Two Schenectady County criminals serving long sentences saw their convictions upheld last week as an appeals court rejected their appeals.

One case involved a man sentenced to 24 years to life in connection with a 2011 home invasion stabbing. The other involved a man given 25 years in prison for a 2011 arson.

Luvadollar Godallah, now 36, appealed his first-degree burglary and second-degree assault convictions for the Jan. 26, 2011, invasion of a Guilderland Avenue apartment in Schenectady.

Prosecutors said Godallah was one of two people to invade the home in a bid for drugs and money. Three people inside the residence suffered stab wounds, but survived. A child was unharmed, though prosecutors contended Godallah threatened the child.

Police arrested him at a different location. He argued on appeal that police did not have probable cause to arrest him. The Appellate Division of the state Supreme Court found the rulings prior to his trial were proper and upheld his stop and arrest.

The court also found testimony from Godallah’s accomplice was sufficiently corroborated with other evidence and testimony and the trial court properly rejected a proposed defense expert witness.

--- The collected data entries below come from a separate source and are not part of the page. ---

/**
 * Instrument line shape (ILS) of a Fourier-transform spectrometer with maximum optical path
 * difference L (cm) and an apodization (weighting) function A(u), u = |x|/L, of the interferogram.
 * The measured spectrum is the true one convolved with
 *   ILS(Δν) = ∫_{−L}^{L} A(|x|/L) cos(2π Δν x) dx          (cm, for Δν in cm^-1),
 * whose area is A(0) = 1 for every apodization here. In the interferogram domain the convolution
 * is a product: the Fourier transform of ILS at path difference x is A(|x|/L) for |x| ≤ L, 0 beyond.
 * Source: P. R. Griffiths and J. A. de Haseth, Fourier Transform Infrared Spectrometry, 2nd ed.
 * (Wiley, 2007), ch. 2 (truncation, apodization, sinc and sinc² line shapes); R. H. Norton and
 * R. Beer, J. Opt. Soc. Am. 66, 259 (1976) and erratum 67, 419 (1977) for their apodizations.
 */

/** Apodization functions known to the instrument line shape. */
export const APODIZATION_NAMES = [
  'boxcar',
  'triangular',
  'happ-genzel',
  'norton-beer-weak',
  'norton-beer-medium',
  'norton-beer-strong',
] as const;

/** An apodization name (boxcar = no apodization, the interferogram only truncated at ±L). */
export type ApodizationName = (typeof APODIZATION_NAMES)[number];

/**
 * Norton–Beer coefficients C_i of A(u) = Σ_i C_i (1 − u²)^i, i = 0…4, for the weak, medium and
 * strong functions (FWHM 1.2, 1.4 and 1.6 times that of boxcar by design).
 * Source: Norton & Beer, J. Opt. Soc. Am. 66, 259 (1976), Table; corrected values of the erratum,
 * J. Opt. Soc. Am. 67, 419 (1977). The digits are from memory; the tests check Σ C_i = 1 and the
 * FWHM ratios the paper designed them for.
 */
export const NORTON_BEER_COEFFICIENTS: Record<'weak' | 'medium' | 'strong', readonly number[]> = {
  weak: [0.384093, -0.087577, 0.703484, 0, 0],
  medium: [0.152442, -0.136176, 0.983734, 0, 0],
  strong: [0.045335, 0, 0.554883, 0, 0.399782],
};

/**
 * Happ–Genzel weights A(u) = 0.54 + 0.46 cos(π u).
 * Source: Griffiths & de Haseth (2007), ch. 2 (apodization functions); coefficients from memory.
 */
const HAPP_GENZEL = [0.54, 0.46] as const;

/** Check an apodization name, or throw naming the function and the value. */
export function apodizationCheck(fn: string, name: unknown): ApodizationName {
  if (typeof name !== 'string' || !(APODIZATION_NAMES as readonly string[]).includes(name)) {
    throw new RangeError(`${fn}: unknown apodization '${String(name)}'; known: ${APODIZATION_NAMES.join(', ')}`);
  }
  return name as ApodizationName;
}

/**
 * The apodization weight A(u) at u = |x|/L (dimensionless); 0 for u > 1.
 * Source: Griffiths & de Haseth (2007) ch. 2; Norton & Beer (1976, 1977) for the Norton–Beer family.
 * @param name apodization
 * @param u |x|/L, dimensionless (≥ 0)
 * @returns weight, A(0) = 1
 */
export function apodizationWeight(name: ApodizationName, u: number): number {
  const a = Math.abs(u);
  if (a > 1) return 0;
  switch (name) {
    case 'boxcar':
      return 1;
    case 'triangular':
      return 1 - a;
    case 'happ-genzel':
      return HAPP_GENZEL[0] + HAPP_GENZEL[1] * Math.cos(Math.PI * a);
    default: {
      const c = NORTON_BEER_COEFFICIENTS[name.slice('norton-beer-'.length) as 'weak' | 'medium' | 'strong'];
      const w = 1 - a * a;
      return c[0] + w * (c[1] + w * (c[2] + w * (c[3] + w * c[4])));
    }
  }
}

/**
 * The instrument line shape ILS(Δν) = 2∫_0^L A(x/L) cos(2πΔνx) dx, area 1 over cm^-1.
 * Boxcar and triangular are evaluated in closed form (2L sinc(2πΔνL) and L sinc²(πΔνL));
 * the others by composite Simpson quadrature of the cosine integral with 2048 panels (their
 * A(u) are smooth, so the error is far below 1e-9 of the peak for |Δν| L < 50).
 * Source: Griffiths & de Haseth (2007) ch. 2, eqs. for the sinc and sinc² line shapes.
 * @param name apodization
 * @param opdCm maximum optical path difference L, cm (> 0)
 * @param dnuCm1 offset from the line centre, cm^-1
 * @returns ILS value, cm
 */
export function instrumentLineShape(name: ApodizationName, opdCm: number, dnuCm1: number): number {
  const fn = 'instrumentLineShape';
  apodizationCheck(fn, name);
  if (!(opdCm > 0) || !Number.isFinite(opdCm)) throw new RangeError(`${fn}: opdCm must be finite and > 0, got ${opdCm}`);
  if (!Number.isFinite(dnuCm1)) throw new RangeError(`${fn}: dnuCm1 must be finite, got ${dnuCm1}`);
  if (name === 'boxcar') {
    const z = 2 * Math.PI * dnuCm1 * opdCm;
    return 2 * opdCm * (z === 0 ? 1 : Math.sin(z) / z);
  }
  if (name === 'triangular') {
    const z = Math.PI * dnuCm1 * opdCm;
    const s = z === 0 ? 1 : Math.sin(z) / z;
    return opdCm * s * s;
  }
  const panels = 2048;
  const h = 1 / panels;
  let sum = 0;
  for (let i = 0; i <= panels; i++) {
    const u = i * h;
    const f = apodizationWeight(name, u) * Math.cos(2 * Math.PI * dnuCm1 * opdCm * u);
    sum += (i === 0 || i === panels ? 1 : i % 2 === 1 ? 4 : 2) * f;
  }
  return (2 * opdCm * (sum * h)) / 3;
}

/**
 * Full width at half maximum of the instrument line shape, found by bisection on the central lobe.
 * Source: definition; compare Griffiths & de Haseth (2007) ch. 2 (boxcar 1.207/(2L)).
 * @param name apodization
 * @param opdCm maximum optical path difference L, cm (> 0)
 * @returns FWHM, cm^-1
 */
export function instrumentLineShapeFwhm(name: ApodizationName, opdCm: number): number {
  const peak = instrumentLineShape(name, opdCm, 0);
  // Every ILS here falls below half its peak before Δν = 1/L (the first zero of sinc² is at 1/L).
  let lo = 0;
  let hi = 1 / opdCm;
  for (let i = 0; i < 60; i++) {
    const mid = 0.5 * (lo + hi);
    if (instrumentLineShape(name, opdCm, mid) > 0.5 * peak) lo = mid;
    else hi = mid;
  }
  return 2 * 0.5 * (lo + hi);
}

/**
 * Multiplier of the packed real FFT (spectrumFftReal layout) of a spectrum on a uniform grid
 * that convolves it with the ILS: bin k sits at path difference x_k = k/(N δ) cm and is
 * weighted by A(x_k/L) (0 beyond L).
 * Source: convolution theorem (Griffiths & de Haseth 2007, ch. 2).
 * @param packed packed half spectrum of length N (modified in place)
 * @param stepCm1 grid step δ, cm^-1
 * @param opdCm maximum optical path difference L, cm
 * @param name apodization
 */
export function instrumentApplyToPacked(packed: Float64Array, stepCm1: number, opdCm: number, name: ApodizationName): void {
  const n = packed.length;
  const dx = 1 / (n * stepCm1);
  packed[1] *= apodizationWeight(name, (0.5 * n * dx) / opdCm);
  const kMax = Math.min(n >> 1, Math.floor(opdCm / dx) + 1);
  for (let k = 1; k < n >> 1; k++) {
    if (k > kMax) {
      packed[2 * k] = 0;
      packed[2 * k + 1] = 0;
      continue;
    }
    const w = apodizationWeight(name, (k * dx) / opdCm);
    packed[2 * k] *= w;
    packed[2 * k + 1] *= w;
  }
}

The ruling upholds both his conviction and sentence. He is serving 24 years to life at Elmira Correctional Facility.

In the other conviction upheld last week, the Appellate Division found no issues with the second-degree arson conviction of Eric Launder.

Launder, now 57, appealed his 2012 conviction in connection with a small May 28, 2011, fire at 132 Jay St.

No one was hurt in the blaze and damage was contained to the inside and outside of the targeted apartment. But the building had 19 total units, 18 of which were occupied. And fire was set at 3 a.m., when many in the building were asleep.

The judge in the case found no mitigating factors and sentenced Launder to 25 years in prison.

Launder, who called 911 to report the fire, argued on appeal that prosecutors failed to prove he set it. The Appellate Division found testimony concerning a dispute prior to the fire and Launder’s statements prior to it were enough to convict. The jury made credibility determinations and believed the witnesses. Launder continues to serve his sentence at Auburn Correctional Facility.